Evaluating input strategies and algorithms
At each step of an RL episode, the agent algorithm chooses the action by
taking an observation snapshot as input. There are many possible
observation data formats that can be sent to the agent. For example,
bulk measurements could be made by impedimetric (Agilent, Xcelligence)
or permittivity-based sensors (Skroot Lab Inc). Real time imaging
systems (Sartorius Incucyte) coupled to Artificial Intelligence (AI)
empowered cell classification tools can specify and quantify cell types
based on morphology . Those tools can be used to count naïve and
activated cells along with other cell properties such as age and
robustness. Other data such as time elapsed, quantity of beads in the
system and action history can be obtained from the system itself. All
the data can be input in the form of a list of measured values to the
agent. This method is termed the tabular method in this work (Figure 3).

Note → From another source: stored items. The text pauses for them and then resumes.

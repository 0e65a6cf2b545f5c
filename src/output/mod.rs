//! Result files: atomic writers for CSV, JSON and .npy, and the staging of
//! whole result folders.
//!
//! Every file is written to a temporary name in the same folder and renamed,
//! so a crash never leaves a half-written file that looks whole. A result
//! folder is assembled in a staging folder beside its final place and
//! swapped in at the end: an interrupted run leaves the old folder (or, in
//! the instant between the two renames, the old folder under a `.old-`
//! name) and never a mix of old and new files. The next run into the same
//! folder removes the `.partial-` folders of runs that are no longer
//! running and puts a stranded `.old-` folder back.

pub mod plots;
pub mod report;
pub mod results;

use std::fs;
use std::io::Write;
use std::path::{Path, PathBuf};

/// I/O errors with the path involved.
#[derive(Debug, thiserror::Error)]
pub enum OutputError {
    /// A file or folder operation failed.
    #[error("{action} {path}: {source}")]
    Io {
        /// What was being done.
        action: &'static str,
        /// The path.
        path: PathBuf,
        /// The cause.
        source: std::io::Error,
    },
    /// Encoding a file failed.
    #[error("encoding {path}: {message}")]
    Encode {
        /// The path.
        path: PathBuf,
        /// What went wrong.
        message: String,
    },
    /// Drawing a figure failed or its data cannot be drawn.
    #[error("figure {figure}: {message}")]
    Plot {
        /// The figure (file name or title).
        figure: String,
        /// What went wrong, with the numbers involved.
        message: String,
    },
    /// A result folder cannot be reported on.
    #[error("report of {path}: {message}")]
    Report {
        /// The folder.
        path: PathBuf,
        /// What went wrong.
        message: String,
    },
}

fn io<'a>(action: &'static str, path: &'a Path) -> impl FnOnce(std::io::Error) -> OutputError + 'a {
    move |source| OutputError::Io {
        action,
        path: path.to_path_buf(),
        source,
    }
}

/// Write `bytes` to `path` through a temporary file and a rename.
pub fn atomic_write(path: &Path, bytes: &[u8]) -> Result<(), OutputError> {
    let dir = path.parent().unwrap_or(Path::new("."));
    let name = path
        .file_name()
        .map(|n| n.to_string_lossy().into_owned())
        .unwrap_or_default();
    let tmp = dir.join(format!(".{name}.tmp-{}", std::process::id()));
    {
        let mut f = fs::File::create(&tmp).map_err(io("creating", &tmp))?;
        f.write_all(bytes).map_err(io("writing", &tmp))?;
        f.sync_all().map_err(io("syncing", &tmp))?;
    }
    fs::rename(&tmp, path).map_err(io("renaming into place", path))
}

/// A table with named columns (units in the names) written as CSV.
pub fn csv_bytes(headers: &[&str], rows: impl IntoIterator<Item = Vec<f64>>) -> Vec<u8> {
    let mut w = csv::Writer::from_writer(Vec::new());
    w.write_record(headers).expect("in-memory CSV");
    for row in rows {
        w.write_record(row.iter().map(|v| format_number(*v)))
            .expect("in-memory CSV");
    }
    w.into_inner().expect("in-memory CSV")
}

/// `value` with an SI prefix and `digits` significant figures, e.g.
/// `-819.8 nA`; magnitudes below 1e-18 in scientific notation.
pub fn format_si(value: f64, unit: &str, digits: usize) -> String {
    if value == 0.0 {
        return format!("0 {unit}");
    }
    if !value.is_finite() {
        return format!("{value} {unit}");
    }
    const PREFIXES: [(&str, f64); 11] = [
        ("T", 1e12),
        ("G", 1e9),
        ("M", 1e6),
        ("k", 1e3),
        ("", 1.0),
        ("m", 1e-3),
        ("µ", 1e-6),
        ("n", 1e-9),
        ("p", 1e-12),
        ("f", 1e-15),
        ("a", 1e-18),
    ];
    let mag = value.abs();
    let Some((p, scale)) = PREFIXES.iter().copied().find(|(_, s)| mag >= *s * 0.9995) else {
        return format!("{value:.3e} {unit}");
    };
    let scaled = value / scale;
    let int_digits = (scaled.abs().log10().floor() as i64 + 1).max(1) as usize;
    let decimals = digits.saturating_sub(int_digits);
    format!("{scaled:.decimals$} {p}{unit}")
}

/// Shortest text that reads back to the same f64.
pub fn format_number(v: f64) -> String {
    if v.is_finite() {
        format!("{v:e}")
    } else {
        v.to_string()
    }
}

/// Serialize an array as .npy bytes.
pub fn npy_bytes<A, D>(
    array: &ndarray::ArrayBase<A, D>,
    path: &Path,
) -> Result<Vec<u8>, OutputError>
where
    A: ndarray::Data,
    A::Elem: ndarray_npy::WritableElement,
    D: ndarray::Dimension,
{
    use ndarray_npy::WriteNpyExt;
    let mut buf = Vec::new();
    array.write_npy(&mut buf).map_err(|e| OutputError::Encode {
        path: path.to_path_buf(),
        message: e.to_string(),
    })?;
    Ok(buf)
}

/// True when a process with this id is running. Linux answers through
/// /proc; elsewhere nothing can be told, and a folder counts as abandoned
/// only by its age.
fn process_alive(pid: u32) -> Option<bool> {
    if !Path::new("/proc/self").exists() {
        return None;
    }
    Some(Path::new("/proc").join(pid.to_string()).exists())
}

/// Staging folders older than this are abandoned where process ids cannot
/// be checked.
const ABANDONED_AFTER: std::time::Duration = std::time::Duration::from_secs(24 * 3600);

/// Remove what killed runs left beside `final_dir`: `.NAME.partial-PID`
/// folders (never complete, so never a result) and `.NAME.old-PID` folders.
/// An `.old-` folder is the previous complete result, moved aside in the
/// instant between the two renames of [`Staging::commit`]; if the final
/// folder is missing it is put back rather than removed. Folders of a
/// process that is still running are left alone.
fn clean_abandoned(parent: &Path, name: &str, final_dir: &Path) -> Result<(), OutputError> {
    let Ok(entries) = fs::read_dir(parent) else {
        return Ok(());
    };
    let partial = format!(".{name}.partial-");
    let old = format!(".{name}.old-");
    let me = std::process::id();
    for entry in entries.flatten() {
        let file_name = entry.file_name().to_string_lossy().into_owned();
        let (is_old, pid) = if let Some(p) = file_name.strip_prefix(&partial) {
            (false, p)
        } else if let Some(p) = file_name.strip_prefix(&old) {
            (true, p)
        } else {
            continue;
        };
        let Ok(pid) = pid.parse::<u32>() else {
            continue;
        };
        if pid == me {
            continue;
        }
        let abandoned = match process_alive(pid) {
            Some(alive) => !alive,
            None => entry
                .metadata()
                .and_then(|m| m.modified())
                .ok()
                .and_then(|t| t.elapsed().ok())
                .is_some_and(|age| age > ABANDONED_AFTER),
        };
        if !abandoned {
            continue;
        }
        let path = entry.path();
        if is_old && !final_dir.exists() {
            fs::rename(&path, final_dir).map_err(io("restoring", final_dir))?;
        } else {
            fs::remove_dir_all(&path).map_err(io("removing abandoned", &path))?;
        }
    }
    Ok(())
}

/// A result folder being assembled.
pub struct Staging {
    final_dir: PathBuf,
    dir: PathBuf,
}

impl Staging {
    /// Start assembling `final_dir` (its parent is created if missing).
    pub fn new(final_dir: &Path) -> Result<Self, OutputError> {
        let parent = final_dir
            .parent()
            .filter(|p| !p.as_os_str().is_empty())
            .unwrap_or(Path::new("."));
        fs::create_dir_all(parent).map_err(io("creating", parent))?;
        let name = final_dir
            .file_name()
            .map(|n| n.to_string_lossy().into_owned())
            .unwrap_or_else(|| "result".into());
        clean_abandoned(parent, &name, final_dir)?;
        let dir = parent.join(format!(".{name}.partial-{}", std::process::id()));
        if dir.exists() {
            fs::remove_dir_all(&dir).map_err(io("clearing", &dir))?;
        }
        fs::create_dir_all(&dir).map_err(io("creating", &dir))?;
        Ok(Self {
            final_dir: final_dir.to_path_buf(),
            dir,
        })
    }

    /// Path of a file inside the staging folder.
    pub fn path(&self, name: &str) -> PathBuf {
        self.dir.join(name)
    }

    /// Write one file into the staging folder.
    pub fn write(&self, name: &str, bytes: &[u8]) -> Result<(), OutputError> {
        atomic_write(&self.path(name), bytes)
    }

    /// Swap the staged folder into place.
    pub fn commit(self) -> Result<PathBuf, OutputError> {
        let old = self.final_dir.with_file_name(format!(
            ".{}.old-{}",
            self.final_dir
                .file_name()
                .map(|n| n.to_string_lossy().into_owned())
                .unwrap_or_default(),
            std::process::id()
        ));
        let had_old = self.final_dir.exists();
        if had_old {
            fs::rename(&self.final_dir, &old).map_err(io("moving aside", &self.final_dir))?;
        }
        fs::rename(&self.dir, &self.final_dir)
            .map_err(io("renaming into place", &self.final_dir))?;
        if had_old {
            fs::remove_dir_all(&old).map_err(io("removing", &old))?;
        }
        Ok(self.final_dir.clone())
    }
}

impl Drop for Staging {
    fn drop(&mut self) {
        // An abandoned staging folder (error path) is removed; after commit
        // it no longer exists.
        let _ = fs::remove_dir_all(&self.dir);
    }
}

Another possible observation format can be in the form of image,
obtained from high precision microscopy. In this work we also try to
observe if a three-channel image of the simulation environment like
Figure 2c alone is enough to provide the agent with enough information
to adequately train (Figure 3). The third input format tested is the
fusion between the above two, where both tabular and image information
are provided to the agent (Figure 3). Here we refer to each agent in
‘algorithm-input’ format, for example PPO-image refers agent trained
with PPO algorithm on image data. The aim of this analysis is to
demonstrate how agent training depends on algorithms and input schemes.
The reward the agent gets at the end of each episode is the episodic
reward and at each point we plot another point averaging all previous
episodic rewards (average reward shown in red in Figure 3). The rising
trend of the average reward in the beginning indicates the agent is
learning and constantly obtaining a better strategy whereas flattening
of the average reward indicates that the agent has settled for an
optimized strategy (see PPO-tabular and DQN-tabular input in Figure 3).